Not that I need to prove my rating.


----------



## drexl_s (May 20, 2016)

Louisvilleuberguy said:


> Not that I need to prove my rating.


nice, what is the top partner rating for the 25%?


----------



## Louisvilleuberguy (Aug 3, 2016)

4.85. I can screen shot that also if needed


----------



## drexl_s (May 20, 2016)

ok, now i am impressed. good job!!! and i will be totally sexist; and you are a dude, so that is even more amazing.


----------



## Louisvilleuberguy (Aug 3, 2016)

I'm not saying passengers should be given any less service because they do not tip. I do however believe that the anti tip culture Uber clings too is not one that helps them and does not help there brand. I'm doing uber between businesses. I've owned my own businesses and worked for myself since my early 20s and I'm 49 now. I've always believed if your going to do Something do it at the highest level you can or get out. But being a business owner and one who has employed my fair share of employees, in the hundreds, I do realize that people need a system that rewards excellence. If a program rewards or punishes everyone the same you will not get a quality product over the long haul. And the ones like me or many other great drivers will not be in a situation very long if it becomes clear that quality is not going to be a top priority of the company they represent.

I just realize that unless the culture is for uber drivers to give the best service possible at the lowest rate and that the drivers work very hard and while tips are not required they are appreciated by the drivers and a intrigal portion of there income. 

And with Uber a huge percentage of uber riders think that they are not supposed to tip or they feel if tipping was appropriate then they should be able to do it in the app. A lot of passengers are clueless on the amount of money drivers make or don't make. And drivers Using guilt or any other pressure techniques to obtain a tip Is as harmful as uber anti tip stance.


----------



## Old Smokey (Sep 13, 2015)

Are you saying that your tip signs are not working?


----------



## UberHammer (Dec 5, 2014)

Old Smokey said:


> Are you saying that your tip signs are not working?


My sign is working great.
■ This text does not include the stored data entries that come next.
import { execFile } from "node:child_process"
import { promisify } from "node:util"
import request from "supertest"
import { describe, expect, it } from "vitest"
import { stack } from "../support/stack"

const run = promisify(execFile)

/** What `npm run keys -- …` prints, with the settings of the running stack. */
async function keys(...args: string[]): Promise<string> {
  const env = { ...process.env, ...stack().settings }
  const { stdout } = await run("npm", ["run", "-s", "keys", "--", ...args], { env })
  return stdout.trim()
}

describe("npm run keys", () => {
  it("makes a key that works, lists it without its secret, and revokes it within 2 s", async () => {
    const secret = await keys(
      "create",
      "--account",
      "fernhollow",
      "--mode",
      "live",
      "--scopes",
      "calculate,usage",
    )
    const call = () =>
      request(stack().appUrl)
        .post("/api/v1/carbonate/co2")
        .set("authorization", `Bearer ${secret}`)
        .send({ ph: 6.8, kh_dkh: 4 })
    await call().expect(200)

    const listed = await keys("list", "--account", "fernhollow", "--json")
    const found = JSON.parse(listed).find(({ last4 }: { last4: string }) => last4 === secret.slice(-4))
    expect(found).toMatchObject({ kind: "server", mode: "live", scopes: ["calculate", "usage"] })
    expect(listed).not.toContain(secret)

    await keys("revoke", found.id)
    const revokedAt = Date.now()
    let status = 200
    while (status !== 401 && Date.now() - revokedAt < 2_000) status = (await call()).status
    expect(status).toBe(401)
  })

  it("says what is wrong and how to mend it", async () => {
    await expect(keys("create", "--account", "nobody")).rejects.toThrow("There is no account with the slug")
    await expect(keys("create", "--account", "fernhollow", "--scopes", "everything")).rejects.toThrow(
      "The scopes are",
    )
    await expect(keys("revoke", "key_none")).rejects.toThrow("There is no key")
  })
})
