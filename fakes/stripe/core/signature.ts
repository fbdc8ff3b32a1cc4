import { createHmac } from "node:crypto"

/** `Stripe-Signature` header. @source Stripe docs, "Verify webhook signatures manually" */
export function signatureHeader(payload: string, secret: string, timestamp: number): string {
  const digest = createHmac("sha256", secret).update(`${timestamp}.${payload}`).digest("hex")
  return `t=${timestamp},v1=${digest}`
}
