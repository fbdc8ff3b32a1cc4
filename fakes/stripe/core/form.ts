import { invalid } from "./errors"

export type FormValue = string | FormValue[] | { [key: string]: FormValue }

const MAX_DEPTH = 8

/**
 * Decodes `a[b]=1&c[0][d]=2&e[]=3`, the manner in which version 1 of the API takes nested values.
 * An object whose keys are 0, 1, … in order becomes an array. Values stay strings.
 *
 * @throws ApiError 400 on brackets that do not close, on a name used as both value and object, on depth > 8
 */
export function decodeForm(text: string): Record<string, FormValue> {
  const root = new Map<string, Node>()
  for (const [name, value] of new URLSearchParams(text)) {
    put(root, pathOf(name), value, name)
  }
  return Object.fromEntries([...root].map(([key, node]) => [key, settle(node)]))
}

type Node = string | Map<string, Node>

function pathOf(name: string): string[] {
  const match = /^([^[\]]+)((?:\[[^[\]]*\])*)$/.exec(name)
  if (!match) throw invalid(`Invalid parameter name: ${name}`, name)
  const path = [match[1]!, ...[...match[2]!.matchAll(/\[([^[\]]*)\]/g)].map((part) => part[1]!)]
  if (path.length > MAX_DEPTH) throw invalid(`Nested too deeply: ${name}`, name)
  return path
}

function put(into: Map<string, Node>, path: string[], value: string, name: string): void {
  const [head, ...rest] = path
  const key = head === "" ? String(into.size) : head!
  if (rest.length === 0) {
    if (into.get(key) instanceof Map) throw invalid(`Invalid object: ${name}`, name)
    into.set(key, value)
    return
  }
  const child = into.get(key) ?? new Map<string, Node>()
  if (typeof child === "string") throw invalid(`Invalid object: ${name}`, name)
  into.set(key, child)
  put(child, rest, value, name)
}

function settle(node: Node): FormValue {
  if (typeof node === "string") return node
  const entries = [...node]
  if (entries.every(([key], index) => key === String(index))) return entries.map(([, child]) => settle(child))
  return Object.fromEntries(entries.map(([key, child]) => [key, settle(child)]))
}
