import fc from "fast-check"
import { beforeAll, describe, expect, it } from "vitest"
import { registry } from "@/app/api/v1/registry"
import { type AnyOperation, scopes } from "@/lib/api/define-operation"
import "../support/fast-check"
import { createTestAccount } from "../support/account"
import { bodySchema, querySchemas, strayFromDocument } from "../support/document"
import { fuzzed, varied } from "../support/schema-arbitrary"
import { stack, takeSettings } from "../support/stack"

/** Cases of each operation; `FUZZ_CASES=1000 npm test -- fuzz` for a long night. */
const cases = Number(process.env.FUZZ_CASES ?? 60)

const keyed = registry.filter(({ access, csv }) => access.kind === "key" && !csv)

// So many accounts that their rates together are above what a machine serves.
const secrets: string[] = []
let turn = 0

beforeAll(async () => {
  takeSettings()
  for (let index = 0; index < 40; index++) {
    const account = await createTestAccount({ unit_cap: 1_000_000_000 })
    secrets.push((await account.key({ scopes: [...scopes] })).secret)
  }
})

describe.each(keyed.map((operation) => [operation.id, operation] as const))("%s", (_, operation) => {
  it("answers whatever it is sent as the document says, and never with a fault of ours", async () => {
    let succeeded = 0
    await fc.assert(
      fc.asyncProperty(requests(operation), async (sent) => {
        const response = await send(operation, sent)
        const text = await response.text()
        expect(response.status).not.toBe(429)
        expect(response.status, text.slice(0, 500)).toBeLessThan(500)
        expect(text).not.toMatch(/tarn_server_live_\w{40}/)
        const mediaType = response.headers.get("content-type")?.split(";")[0] ?? ""
        if (response.ok) succeeded += 1
        if (response.status >= 400) expect(mediaType).toBe("application/problem+json")
        if (!mediaType.endsWith("json")) return
        expect(text).not.toMatch(/:(-0|NaN|-?Infinity)[,}\]]/)
        const body = JSON.parse(text)
        expect(strayFromDocument(operation, { status: response.status, mediaType, body })).toEqual([])
      }),
      { numRuns: cases },
    )
    // Without ids to guess, what is drawn has to be good now and then, or nothing behind the checks was reached.
    if (!operation.path.includes("{")) expect(succeeded).toBeGreaterThan(0)
  }, 600_000)
})

interface Sent {
  readonly path: string
  readonly query: Record<string, unknown>
  readonly body: unknown
}

function requests(operation: AnyOperation): fc.Arbitrary<Sent> {
  const schema = bodySchema(operation)
  const params = [...operation.path.matchAll(/\{(\w+)\}/g)].map(([, name]) => name ?? "")
  const segment = fc.oneof(
    fc.constantFrom("..", "%00", "%E0%A4%A", "a".repeat(300), "key_01kbc0x7qzf0ra2w6v8n4m3h5t"),
    fc.string({ minLength: 1, maxLength: 40 }).map((text) => encodeURIComponent(text)),
  )
  const drawn: fc.Arbitrary<Record<string, unknown>> = fc.record(
    Object.fromEntries(
      Object.entries(querySchemas(operation)).map(([name, each]) => [name, fuzzed(each)] as const),
    ),
    { requiredKeys: [] },
  )
  const works = Object.entries(operation.example.request as object)
  const worksAsQuery = Object.fromEntries(works.filter(([name]) => !params.includes(name)))
  return fc.record({
    path: fc
      .tuple(...params.map(() => segment))
      .map((values) =>
        params.reduce((path, name, at) => path.replace(`{${name}}`, values[at] ?? ""), operation.path),
      ),
    query: schema ? fc.constant({}) : fc.oneof(drawn, fc.constant(worksAsQuery)),
    body: schema
      ? fc.oneof(fuzzed(schema), varied(operation.example.request as object, schema))
      : fc.constant(undefined),
  })
}

function send({ method }: AnyOperation, { path, query, body }: Sent): Promise<Response> {
  const url = new URL(`${stack().appUrl}/api/v1${path}`)
  for (const [name, value] of Object.entries(query))
    url.searchParams.set(name, typeof value === "string" ? value : JSON.stringify(value))
  const secret = secrets[turn++ % secrets.length]
  return fetch(url, {
    method,
    headers: { authorization: `Bearer ${secret}`, "content-type": "application/json" },
    ...(body !== undefined && { body: JSON.stringify(body) ?? "" }),
  })
}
My rating has dropped slightly, but it's still 4.80. I'd rather be getting tipped a lot with a 4.80 than be getting tipped litte at 4.90.


----------



## madUber74 (Jun 3, 2015)

Uber will never add a tip feature to the app. Simple reason, they want to provide the least expensive ride to as many people as possible. If that means drivers make less then so be it, what does Uber care? It's abundantly clear in the shady way they've marketed "no tip required" through the years, tricking many pax into believing that a tip is either automatically included or gets added on to the fare at the end.


----------



## Escoman (Jun 28, 2016)

Louisvilleuberguy said:


> Honestly I've not applied to drive for lyft but I'm going too now. I have a very nice van with Leather seats ambient lighting automatic doors with automatic door in back that I keep extremely clean. I go out of my way for my riders but to make that worth it the riders need to be able to tip the way they want too. And most the time that's via there debit card or credit card.
> 
> I believe I can convert many riders over to lyft so we will see. Right now I wish uber would be more concerned with he issues but they don't seem too


LYFT is much slower traffic wise than Uber and the network is horrible. I can be sitting in the middle of a parking lot with nothing around me anywhere in the county and lose connection to the network and have to move.


----------



## the rebel (Jun 12, 2016)

Escoman said:


> LYFT is much slower traffic wise than Uber and the network is horrible. I can be sitting in the middle of a parking lot with nothing around me anywhere in the county and lose connection to the network and have to move.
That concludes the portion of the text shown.